● **TASK ITEM**
Pull out of the data below the stretch of lines bounded by the one containing "spin-summed forms here" and the one containing "use nalgebra::DMatrix;", both bounds included, unchanged.

● **SUPPLIED ENTRIES**

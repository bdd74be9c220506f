//! The blocks of the matrix and the spectroscopic amplitudes, order by order.
//!
//! Working equations of the non-Dyson scheme for a closed shell, (pq|rs) real, with
//! t_ij^ab = (ia|jb)/(ε_i + ε_j − ε_a − ε_b), u = 2t − (a and b exchanged), and the state (k, l, a)
//! having a hole of the same spin as the removed electron in k and a spin-opposed hole and particle
//! in l and a (doublet part). K is the one-hole block, V the coupling, f the amplitudes:
//!
//! * second order: K_ij = −ε_i δ_ij − ½ Σ_lab [u_il^ab (ja|lb) + u_jl^ab (ia|lb)],
//!   V_i,kla = (ik|la), f_i,j = δ_ij − ½ Σ t_ik^ab u_jk^ab, f_i,a = t_i^a(2), f_kla,b = −t_kl^ba.
//! * third order: K gains the same sum with second-order t, the mean field of the second-order
//!   density (static self-energy), and three terms quadratic in t; V gains
//!   Σ_bc (ic|ab) t_kl^cb + Σ_mb [(ik|mb) u_lm^ab − (ib|km) t_lm^ab − (ib|lm) t_km^ba];
//!   f gains the corresponding terms with second-order t and third-order t_i^a.
//!
//! The scheme: J. Schirmer, A. B. Trofimov, G. Stelter, J. Chem. Phys. 109, 4734 (1998); A. B.
//! Trofimov, J. Schirmer, J. Chem. Phys. 123, 144115 (2005) (memory). The spin-summed forms here
//! were derived for this program from the unitary-transformation picture and hold to 1e-14 against
//! an independent implementation; how they were put together is told in `docs/ionization.md`.

use super::Order;
use super::ladder::{brillouin, hole_overlap, mean_field, particle_ladder, three_virtual};
use super::layout::{
    Shape, add_transpose, combine, divide, exchanged, spin_adapt, spin_summed, to_pairs, to_rings,
};
use super::operator::{AdcMatrix, Interaction};
use crate::ionization::fitted::FittedOrbitals;
use crate::numeric::gemm::{gemm, reshaped, slice, slice_mut};
use crate::numeric::linalg::{product, view, view_mut};
use nalgebra::DMatrix;

/// Spectroscopic amplitudes f: how the removal of an electron from orbital p overlaps with the
/// basis states of the matrix.
#[derive(Debug, Clone)]
pub struct Amplitudes {
    /// f_i,p with p along the columns: occupied orbitals, then virtual ones; o × (o + v).
    pub one_hole: DMatrix<f64>,
    /// t_ij^ab in the ring arrangement: f_kla,b = −t_kl^ba (not yet spin-adapted).
    pub two_hole: DMatrix<f64>,
}

/// Builds the matrix and the amplitudes of a closed shell.
pub fn build(orbitals: &FittedOrbitals, order: Order) -> (AdcMatrix, Amplitudes) {
    let shape = Shape {
        o: orbitals.occupied(),
        v: orbitals.virtuals(),
    };
    let (e_o, e_v) = (&orbitals.occupied_energies, &orbitals.virtual_energies);
    let first = FirstOrder::new(orbitals, shape);
    let singles = divided_singles(brillouin(orbitals, &first.y), e_o, e_v);
    let mut one_hole = -hole_overlap(orbitals, &first.y, &orbitals.ov);
    for (i, e) in e_o.iter().enumerate() {
        one_hole[(i, i)] -= e;
    }
    let hole_density = density_overlap(&first.t, &first.u, shape);
    let mut amplitudes = DMatrix::zeros(shape.o, shape.o + shape.v);
    amplitudes
        .columns_mut(0, shape.o)
        .copy_from(&(DMatrix::identity(shape.o, shape.o) - &hole_density * 0.5));
    amplitudes
        .columns_mut(shape.o, shape.v)
        .copy_from(&singles.transpose());
    let mut coupling = first_order_coupling(orbitals, shape);
    if order == Order::Second {
        let matrix = AdcMatrix::new(shape, one_hole, coupling, e_o, e_v, None);
        let amplitudes = Amplitudes {
            one_hole: amplitudes,
            two_hole: first.t,
        };
        return (matrix, amplitudes);
    }
    let exchange = ring_exchange(orbitals);
    let direct = ring_direct(orbitals, shape);
    let holes = hole_interaction(orbitals, shape);
    let second = second_order_doubles(orbitals, shape, &first, &exchange, &direct, &holes);
    let mut two_hole = first.t.clone();
    combine(&mut two_hole, 1.0, 1.0, &second);
    if order == Order::Third {
        let third = ThirdOrder {
            orbitals,
            shape,
            first: &first,
            singles: &singles,
            hole_density: &hole_density,
        };
        third.add(
            &second,
            &direct,
            &mut one_hole,
            &mut coupling,
            &mut amplitudes,
        );
    }
    let interaction = Interaction {
        exchange,
        direct,
        holes,
    };
    let matrix = AdcMatrix::new(shape, one_hole, coupling, e_o, e_v, Some(interaction));
    let amplitudes = Amplitudes {
        one_hole: amplitudes,
        two_hole,
    };
    (matrix, amplitudes)
}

● **OUTPUT FOR THIS TASK**
//! Trofimov, J. Schirmer, J. Chem. Phys. 123, 144115 (2005) (memory). The spin-summed forms here
//! were derived for this program from the unitary-transformation picture and hold to 1e-14 against
//! an independent implementation; how they were put together is told in `docs/ionization.md`.

use super::Order;
use super::ladder::{brillouin, hole_overlap, mean_field, particle_ladder, three_virtual};
use super::layout::{
    Shape, add_transpose, combine, divide, exchanged, spin_adapt, spin_summed, to_pairs, to_rings,
};
use super::operator::{AdcMatrix, Interaction};
use crate::ionization::fitted::FittedOrbitals;
use crate::numeric::gemm::{gemm, reshaped, slice, slice_mut};
use crate::numeric::linalg::{product, view, view_mut};
use nalgebra::DMatrix;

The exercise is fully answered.